'''

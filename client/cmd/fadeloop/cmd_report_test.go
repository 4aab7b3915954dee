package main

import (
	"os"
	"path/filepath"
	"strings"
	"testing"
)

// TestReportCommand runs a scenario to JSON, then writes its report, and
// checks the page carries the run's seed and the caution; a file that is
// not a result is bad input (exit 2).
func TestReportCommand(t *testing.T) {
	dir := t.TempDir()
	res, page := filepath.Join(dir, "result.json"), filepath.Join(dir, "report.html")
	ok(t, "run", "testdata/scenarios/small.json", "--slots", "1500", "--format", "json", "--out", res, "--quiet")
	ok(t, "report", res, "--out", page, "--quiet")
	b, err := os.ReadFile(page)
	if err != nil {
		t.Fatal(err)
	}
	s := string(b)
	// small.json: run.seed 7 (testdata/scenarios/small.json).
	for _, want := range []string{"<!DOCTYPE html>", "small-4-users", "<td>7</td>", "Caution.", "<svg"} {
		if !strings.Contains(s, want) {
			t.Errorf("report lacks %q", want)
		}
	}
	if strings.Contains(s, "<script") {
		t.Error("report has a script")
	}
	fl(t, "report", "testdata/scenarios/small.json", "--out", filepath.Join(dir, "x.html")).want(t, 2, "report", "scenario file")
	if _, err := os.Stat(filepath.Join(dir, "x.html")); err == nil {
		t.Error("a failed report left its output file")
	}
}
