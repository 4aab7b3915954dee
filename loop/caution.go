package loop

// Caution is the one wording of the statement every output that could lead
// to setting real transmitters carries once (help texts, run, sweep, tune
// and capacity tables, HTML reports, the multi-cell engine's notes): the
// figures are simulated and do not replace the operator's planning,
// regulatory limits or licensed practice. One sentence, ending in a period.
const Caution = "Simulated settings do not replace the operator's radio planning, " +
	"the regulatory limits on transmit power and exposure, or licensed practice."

'''

Copy every line of the entries in which "TestReportCommand" can be found.

● **RESULT OF THE EXERCISE**
// TestReportCommand runs a scenario to JSON, then writes its report, and
func TestReportCommand(t *testing.T) {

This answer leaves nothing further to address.